[petsc-dev] Additive Schwarz Method + ILU on GPU platforms
Barry Smith
bsmith at petsc.dev
Wed Nov 5 16:48:23 CST 2025
An overlap of 16 is huge and would rarely if ever, be done in practice. It is not surprising that the subproblems become as large as they do with such a large overlap.
How the overlap is used.
while (overlap--) {
add to the subproblem all degrees of freedom that are coupled by nonzeros in the matrix to all the current degrees of freedom in the subproblem.
}
So it is grabbing all the neighbors for 16 rounds of grabbing.
> On Nov 5, 2025, at 3:05 PM, Angus, Justin Ray via petsc-dev <petsc-dev at mcs.anl.gov> wrote:
>
> I think the issue is my overlap is too large. Perhaps I don’t fully understand how the overlap parameter is used. Let me explain my setup below.
>
> My vector of unknowns is the electric field on a Yee grid in a 2D geometry. I’m using 4x4 grid cells per rank. This gives 4*5 = 20 degrees of freedom for each of the two in-plane components of E, and 5*5 = 25 for the out-of-plane component. The total is 65 degrees of freedom per rank. My global problem size is 224x16 on 224 ranks for one case, and 224x32 on 448 ranks for another.
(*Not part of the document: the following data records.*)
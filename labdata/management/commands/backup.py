"""``manage.py backup DIR``: a consistent copy while the service runs."""

from pathlib import Path
from typing import Any

from django.core.management.base import CommandParser

from labdata import backups
from labdata.management.commands._base import ServiceCommand


class Command(ServiceCommand):
    help = "Copy database and files to a new folder, with a manifest of checksums."

    def arguments(self, parser: CommandParser) -> None:
        parser.add_argument("directory", type=Path, help="a new or empty folder")

    def answer(self, **options: Any) -> dict[str, Any]:
        target = options["directory"].expanduser().absolute()
        return {"directory": str(target), **backups.back_up(target)}

    def show(self, answer: dict[str, Any]) -> None:
        self.stdout.write(f"{len(answer['files'])} files copied to {answer['directory']}.")
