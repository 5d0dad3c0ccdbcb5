"""What every command of ours shares: one JSON object on stdout with --json, all else on stderr, exit 0, 1 or 2."""

import json
import sys
from typing import Any

from django.core.management.base import BaseCommand, CommandParser
from django.core.serializers.json import DjangoJSONEncoder

from labdata.errors import KerogateError


class ServiceCommand(BaseCommand):
    """A command that turns its arguments into one service call and prints the answer.

    Subclasses write ``arguments`` and ``answer``; ``answer`` returns plain data, and ``exit_status`` says whether
    that data is a refusal. ``show`` prints the answer for people. ``--home`` was taken by manage.py already.
    """

    requires_migrations_checks = False

    def add_arguments(self, parser: CommandParser) -> None:
        parser.add_argument(
            "--home", metavar="DIR", help="database, files and releases (default: var/, or KEROGATE_HOME)"
        )
        parser.add_argument("--json", action="store_true", help="print exactly one JSON object on stdout")
        self.arguments(parser)

    def arguments(self, parser: CommandParser) -> None:
        """Add the command's own arguments."""

    def answer(self, **options: Any) -> dict[str, Any]:
        """Do the work. Raises KerogateError for a refusal."""
        raise RuntimeError(f"{type(self).__name__} has no answer()")

    def exit_status(self, answer: dict[str, Any]) -> int:
        """0 when done, 1 when the answer tells of a refusal."""
        return 1 if "error" in answer else 0

    def show(self, answer: dict[str, Any]) -> None:
        """Print the answer for a person."""
        self.stdout.write(json.dumps(answer, cls=DjangoJSONEncoder, indent=2, ensure_ascii=False))

    def progress(self, text: str) -> None:
        """Say what is going on, on stderr."""
        self.stderr.write(text)

    def handle(self, *args: Any, **options: Any) -> None:
        try:
            answer = self.answer(**options)
        except KerogateError as refusal:
            answer = {"error": refusal.as_dict()}
            self.stderr.write(str(refusal))
        if options["json"]:
            self.stdout.write(json.dumps(answer, cls=DjangoJSONEncoder, ensure_ascii=False))
        elif "error" not in answer:
            self.show(answer)
        status = self.exit_status(answer)
        if status:
            sys.exit(status)
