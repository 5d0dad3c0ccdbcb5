"""``manage.py bench``: how the service compares with plain scripts doing the same work, in the same run."""

import json
import os
import subprocess
import sys
import tempfile
from typing import Any

from django.core.management.base import CommandError, CommandParser

from labdata.env import CHECKOUT
from labdata.errors import KerogateError
from labdata.management.commands._base import ServiceCommand

NAMES = ("intake", "pile", "qc", "pull")
FORGOTTEN = ("DATABASE_URL", "CELERY_BROKER_URL", "SECRET_KEY")


class BenchFailed(KerogateError):
    """A benchmark could not be measured."""

    code = "bench_failed"


class Command(ServiceCommand):
    help = "Ratio benchmarks against plain baselines, on a temporary home: " + ", ".join(NAMES)
    requires_system_checks = []

    def arguments(self, parser: CommandParser) -> None:
        parser.add_argument("name", nargs="?", choices=NAMES, help="one benchmark (default: all)")
        parser.add_argument("--rows", type=int, default=10_000, help="rows of the long workbook (default: 10000)")
        parser.add_argument("--files", type=int, default=20, help="workbooks in the pile (default: 20)")
        parser.add_argument("--file-rows", type=int, default=250, help="rows of each of them (default: 250)")
        parser.add_argument("--runs", type=int, default=3, help="runs that a median is made of (default: 3)")

    def answer(self, **options: Any) -> dict[str, Any]:
        sizes = {name: options[name] for name in ("rows", "files", "file_rows", "runs")}
        if small := [name for name, size in sizes.items() if size < 1]:
            raise CommandError(f"--{small[0].replace('_', '-')} must be at least 1.", returncode=2)
        names = [options["name"]] if options["name"] else list(NAMES)
        with tempfile.TemporaryDirectory(prefix="kerogate-bench-") as home:
            return _measured(home, {"names": names, "sizes": sizes})

    def show(self, answer: dict[str, Any]) -> None:
        """One line a baseline: how many times its CPU time the service takes."""
        self.stdout.write(f"{'benchmark':10} {'size':26} {'CPU s':>8}  {'ratio':>7} {'aim':>5}  against")
        for one in answer["benchmarks"]:
            for name, baseline in one["baselines"].items():
                aim = "" if baseline["aim"] is None else f"{baseline['aim']:g}"
                line = f"{one['name']:10} {one['size']:26} {one['seconds']:8.2f}  {baseline['ratio']:7.2f} {aim:>5}  {name}"
                self.stdout.write(f"{line} ({baseline['seconds']:.2f} s)")


def _measured(home: str, request: dict[str, Any]) -> dict[str, Any]:
    """Ask a child process on its own home. Raises BenchFailed with its last words."""
    environment = {name: value for name, value in os.environ.items() if name not in FORGOTTEN}
    environment |= {"KEROGATE_HOME": home, "DJANGO_SETTINGS_MODULE": "labdata.settings"}
    done = subprocess.run(
        [sys.executable, "-m", "labdata.bench.child", json.dumps(request)],
        cwd=CHECKOUT, env=environment, stdout=subprocess.PIPE, text=True, check=False,
    )  # fmt: skip
    if done.returncode:
        raise BenchFailed("The benchmarks ended before their time.", remedy="The messages above say why.")
    answer: dict[str, Any] = json.loads(done.stdout.splitlines()[-1])
    return answer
Using ASM overlap 4, I get the following for PC sub blocks on a rank:
> PC Object: (sub_) 1 MPI process
> type: lu
> out-of-place factorization
> Reusing fill from past factorization
> Reusing reordering from past factorization
> tolerance for zero pivot 2.22045e-14
> matrix ordering: nd
> factor fill ratio given 5., needed 4.02544
> Factored matrix follows:
> Mat Object: (sub_) 1 MPI process
> type: seqaij
> rows=402, cols=402
> package used to perform factorization: petsc
> total: nonzeros=16295, allocated nonzeros=16295
> not using I-node routines
>
> The above is for a 224x16 size domain in 224 total ranks, but I get the same thing for a 224x32 size domain on 448 ranks, which is what I am expected to get.
>
> However, if I set the overlap to 16 (which is larger than by box size on a given rank), I get the following
> 224x16 gid on 112 ranks:
> PC Object: (sub_) 1 MPI process
> type: lu
> out-of-place factorization
> Reusing fill from past factorization
> Reusing reordering from past factorization
> tolerance for zero pivot 2.22045e-14
> matrix ordering: nd
> factor fill ratio given 5., needed 6.52557
> Factored matrix follows:
> Mat Object: (sub_) 1 MPI process
> type: seqaij
> rows=1316, cols=1316
> package used to perform factorization: petsc
> total: nonzeros=95195, allocated nonzeros=95195
> not using I-node routines
>
> 224x16 gid on 112 ranks:
> PC Object: (sub_) 1 MPI process
> type: lu
> out-of-place factorization
> Reusing fill from past factorization
> Reusing reordering from past factorization
> tolerance for zero pivot 2.22045e-14
> matrix ordering: nd
> factor fill ratio given 5., needed 8.59182
> Factored matrix follows:
> Mat Object: (sub_) 1 MPI process
> type: seqaij
> rows=2632, cols=2632
> package used to perform factorization: petsc
> total: nonzeros=250675, allocated nonzeros=250675
> not using I-node routines
>
> In this case, with an overlap much larger than the box size, the rows/cols per rank go up by a factor of 2 when doubling the problem size at fixed work per rank.
>
> Why is this?
> How exactly is the overlap parameter used?
>
> Thank you.
>
> -Justin
>
> From: Angus, Justin Ray <angus1 at llnl.gov>
> Date: Wednesday, November 5, 2025 at 8:17 AM
> To: MFAdams at LBL.GOV <MFAdams at LBL.GOV>, Matthew Knepley <knepley at gmail.com>
> Cc: petsc-dev at mcs.anl.gov <petsc-dev at mcs.anl.gov>
> Subject: Re: [petsc-dev] Additive Schwarz Method + ILU on GPU platforms
>
> Thanks for the reply.
>
> The work per block should be the same for the weak scaling. I know LU is not scalable with respect to the block size.
>
> Perhaps our setup is not doing what we think it is doing. I’ll look into it further.
>
> -Justin
>
> From: Mark Adams <mfadams at lbl.gov>
> Date: Wednesday, November 5, 2025 at 6:14 AM
> To: Matthew Knepley <knepley at gmail.com>
> Cc: Angus, Justin Ray <angus1 at llnl.gov>, petsc-dev at mcs.anl.gov <petsc-dev at mcs.anl.gov>
> Subject: Re: [petsc-dev] Additive Schwarz Method + ILU on GPU platforms
>
> And we do not have sparse LU on GPUs so that is done on the CPU.
>
> And I don't know why it would not weak scale well.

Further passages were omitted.